- [Task statement] Every line of the data below is to be retyped exactly.

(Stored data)
—————
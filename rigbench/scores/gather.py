"""Runs sorted into cells, as arrays."""

from __future__ import annotations

from collections.abc import Iterable, Iterator, Mapping
from dataclasses import dataclass
from itertools import product

import numpy as np
from numpy.typing import NDArray

from rigbench.arm.arm import Floats
from rigbench.scores.names import in_display_order
from rigbench.scores.results import CellKey, Column
from rigbench.scores.run_table import FINISHED, MISSING, UNFINISHED, RunTable

__all__ = ["FINISHED", "MISSING", "UNFINISHED", "CellKey", "CellRuns", "Frame", "Gathered", "gather"]


@dataclass(frozen=True)
class Frame:
    """What spans the cells of a campaign, and the motions that every cell has."""

    sheets: tuple[str, ...]
    laws: tuple[str, ...]
    columns: tuple[Column, ...]
    motions: tuple[str, ...]

    def places(self) -> Iterator[tuple[str, str, Column]]:
        """Yield every sheet x law x column, in that order."""
        return product(self.sheets, self.laws, self.columns)


@dataclass(frozen=True, eq=False)
class CellRuns:
    """The runs of one cell: D draws of which there is any row, M motions, S scores."""

    draws: NDArray[np.int64]  # (D,) draw numbers, ascending; 0 where nothing is random
    state: NDArray[np.int8]  # (D, M)
    scores: Floats  # (D, M, S); NaN where absent

    @property
    def complete(self) -> NDArray[np.bool_]:
        """Which draws have the machine's verdict on every motion, (D,)."""
        complete: NDArray[np.bool_] = np.all(self.state != MISSING, axis=1)
        return complete

    def first(self, draws: int) -> CellRuns:
        """Return the runs of the first so many draws."""
        own = self.draws < draws
        return CellRuns(self.draws[own], self.state[own], self.scores[own])


class _Cells(Mapping[CellKey, CellRuns]):
    """The cells of a table, each of which is laid out when it is asked for: the scores stand there once."""

    def __init__(self, table: RunTable, frame: Frame, names: Iterable[str]) -> None:
        axes = (frame.sheets, frame.laws, frame.motions, tuple(column.name for column in frame.columns))
        keys = [(sheet, law, column.name) for sheet, law, column in frame.places()]
        self._cell = {key: number for number, key in enumerate(keys)}
        self._names, self._motions, self._scores = tuple(names), len(frame.motions), table.scores
        self._column = [self._names.index(name) for name in table.names]
        at = _indices(table.places, axes)  # (P, 4)
        cell = (at[:, 0] * len(axes[1]) + at[:, 1]) * len(axes[3]) + at[:, 3]
        cell[np.any(at < 0, axis=1)] = len(keys)
        number, self._motion = cell[table.place], at[table.place, 2]
        random = np.array([name in {c.name for c in frame.columns if c.random} for *_, name in table.places])
        self._draw = np.where(random[table.place], np.maximum(table.draw, 0), 0)
        self._state = table.state
        self._order = np.argsort(number, kind="stable")
        self._bounds = np.searchsorted(number[self._order], np.arange(len(keys) + 1))

    def __getitem__(self, key: CellKey) -> CellRuns:
        """Lay the runs of one cell out by draw and motion."""
        cell = self._cell[key]
        rows = self._order[self._bounds[cell] : self._bounds[cell + 1]]
        draws, place = np.unique(self._draw[rows], return_inverse=True)
        motion = self._motion[rows]
        state = np.full((len(draws), self._motions), MISSING, dtype=np.int8)
        cube = np.full((len(draws), self._motions, len(self._names)), np.nan)
        state[place, motion] = self._state[rows]
        cube[place[:, None], motion[:, None], self._column] = self._scores[rows]
        return CellRuns(draws, state, cube)

    def __iter__(self) -> Iterator[CellKey]:
        return iter(self._cell)

    def __len__(self) -> int:
        return len(self._cell)

    def defined(self) -> NDArray[np.bool_]:
        """Return which scores each motion's runs have, (M, S)."""
        defined = np.zeros((self._motions, len(self._names)), dtype=bool)
        kept = np.zeros(len(self._order), dtype=bool)
        kept[self._order[: self._bounds[-1]]] = True
        present = ~np.isnan(self._scores)
        for k in range(self._motions):
            seen = np.any(present[kept & (self._motion == k)], axis=0)
            defined[k, self._column] = seen
            defined[k] |= ~np.any(seen)
        return defined


@dataclass(frozen=True, eq=False)
class Gathered:
    """All runs: the scores' names in display order, which motion defines which, and the cells."""

    names: tuple[str, ...]
    defined: NDArray[np.bool_]  # (M, S), whether the motion's runs have the score when they finish
    cells: Mapping[CellKey, CellRuns]  # every sheet x law x column


def gather(table: RunTable, frame: Frame, expected: Iterable[str] = ()) -> Gathered:
    """Sort runs into the cells of every sheet x law x column.

    Runs of other names are passed over; of two rows of the same run the later one counts. In a column
    where nothing is random the draw number has no meaning.
    A motion defines the scores that any of its runs has; while none has finished, nothing tells which,
    and it is taken to define all: those met elsewhere and the ``expected`` ones.
    """
    names = in_display_order([*table.names, *expected])
    cells = _Cells(table, frame, names)
    return Gathered(names, cells.defined(), cells)


def _indices(
    places: Iterable[tuple[str, str, str, str]], axes: tuple[tuple[str, ...], ...]
) -> NDArray[np.int64]:
    """Return the index of each name of each place on its axis, (P, 4); -1 for what is not on it."""
    index = [{name: i for i, name in enumerate(axis)} for axis in axes]
    found = [[known.get(name, -1) for known, name in zip(index, place, strict=True)] for place in places]
    return np.array(found, dtype=np.int64).reshape(-1, len(axes))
—————
- [Response for this exercise]
filename rigbench/scores/gather.py
"""Runs sorted into cells, as arrays."""

from __future__ import annotations

from collections.abc import Iterable, Iterator, Mapping
from dataclasses import dataclass
from itertools import product

import numpy as np
from numpy.typing import NDArray

from rigbench.arm.arm import Floats
from rigbench.scores.names import in_display_order
from rigbench.scores.results import CellKey, Column
from rigbench.scores.run_table import FINISHED, MISSING, UNFINISHED, RunTable

__all__ = ["FINISHED", "MISSING", "UNFINISHED", "CellKey", "CellRuns", "Frame", "Gathered", "gather"]


@dataclass(frozen=True)
class Frame:
    """What spans the cells of a campaign, and the motions that every cell has."""

    sheets: tuple[str, ...]
    laws: tuple[str, ...]
    columns: tuple[Column, ...]
    motions: tuple[str, ...]

    def places(self) -> Iterator[tuple[str, str, Column]]:
        """Yield every sheet x law x column, in that order."""
        return product(self.sheets, self.laws, self.columns)


@dataclass(frozen=True, eq=False)
class CellRuns:
    """The runs of one cell: D draws of which there is any row, M motions, S scores."""

    draws: NDArray[np.int64]  # (D,) draw numbers, ascending; 0 where nothing is random
    state: NDArray[np.int8]  # (D, M)
    scores: Floats  # (D, M, S); NaN where absent

    @property
    def complete(self) -> NDArray[np.bool_]:
        """Which draws have the machine's verdict on every motion, (D,)."""
        complete: NDArray[np.bool_] = np.all(self.state != MISSING, axis=1)
        return complete

    def first(self, draws: int) -> CellRuns:
        """Return the runs of the first so many draws."""
        own = self.draws < draws
        return CellRuns(self.draws[own], self.state[own], self.scores[own])


class _Cells(Mapping[CellKey, CellRuns]):
    """The cells of a table, each of which is laid out when it is asked for: the scores stand there once."""

    def __init__(self, table: RunTable, frame: Frame, names: Iterable[str]) -> None:
        axes = (frame.sheets, frame.laws, frame.motions, tuple(column.name for column in frame.columns))
        keys = [(sheet, law, column.name) for sheet, law, column in frame.places()]
        self._cell = {key: number for number, key in enumerate(keys)}
        self._names, self._motions, self._scores = tuple(names), len(frame.motions), table.scores
        self._column = [self._names.index(name) for name in table.names]
        at = _indices(table.places, axes)  # (P, 4)
        cell = (at[:, 0] * len(axes[1]) + at[:, 1]) * len(axes[3]) + at[:, 3]
        cell[np.any(at < 0, axis=1)] = len(keys)
        number, self._motion = cell[table.place], at[table.place, 2]
        random = np.array([name in {c.name for c in frame.columns if c.random} for *_, name in table.places])
        self._draw = np.where(random[table.place], np.maximum(table.draw, 0), 0)
        self._state = table.state
        self._order = np.argsort(number, kind="stable")
        self._bounds = np.searchsorted(number[self._order], np.arange(len(keys) + 1))

    def __getitem__(self, key: CellKey) -> CellRuns:
        """Lay the runs of one cell out by draw and motion."""
        cell = self._cell[key]
        rows = self._order[self._bounds[cell] : self._bounds[cell + 1]]
        draws, place = np.unique(self._draw[rows], return_inverse=True)
        motion = self._motion[rows]
        state = np.full((len(draws), self._motions), MISSING, dtype=np.int8)
        cube = np.full((len(draws), self._motions, len(self._names)), np.nan)
        state[place, motion] = self._state[rows]
        cube[place[:, None], motion[:, None], self._column] = self._scores[rows]
        return CellRuns(draws, state, cube)

    def __iter__(self) -> Iterator[CellKey]:
        return iter(self._cell)

    def __len__(self) -> int:
        return len(self._cell)

    def defined(self) -> NDArray[np.bool_]:
        """Return which scores each motion's runs have, (M, S)."""
        defined = np.zeros((self._motions, len(self._names)), dtype=bool)
        kept = np.zeros(len(self._order), dtype=bool)
        kept[self._order[: self._bounds[-1]]] = True
        present = ~np.isnan(self._scores)
        for k in range(self._motions):
            seen = np.any(present[kept & (self._motion == k)], axis=0)
            defined[k, self._column] = seen
            defined[k] |= ~np.any(seen)
        return defined


@dataclass(frozen=True, eq=False)
class Gathered:
    """All runs: the scores' names in display order, which motion defines which, and the cells."""

    names: tuple[str, ...]
    defined: NDArray[np.bool_]  # (M, S), whether the motion's runs have the score when they finish
    cells: Mapping[CellKey, CellRuns]  # every sheet x law x column


def gather(table: RunTable, frame: Frame, expected: Iterable[str] = ()) -> Gathered:
    """Sort runs into the cells of every sheet x law x column.

    Runs of other names are passed over; of two rows of the same run the later one counts. In a column
    where nothing is random the draw number has no meaning.
    A motion defines the scores that any of its runs has; while none has finished, nothing tells which,
    and it is taken to define all: those met elsewhere and the ``expected`` ones.
    """
    names = in_display_order([*table.names, *expected])
    cells = _Cells(table, frame, names)
    return Gathered(names, cells.defined(), cells)


def _indices(
    places: Iterable[tuple[str, str, str, str]], axes: tuple[tuple[str, ...], ...]
) -> NDArray[np.int64]:
    """Return the index of each name of each place on its axis, (P, 4); -1 for what is not on it."""
    index = [{name: i for i, name in enumerate(axis)} for axis in axes]
    found = [[known.get(name, -1) for known, name in zip(index, place, strict=True)] for place in places]
    return np.array(found, dtype=np.int64).reshape(-1, len(axes))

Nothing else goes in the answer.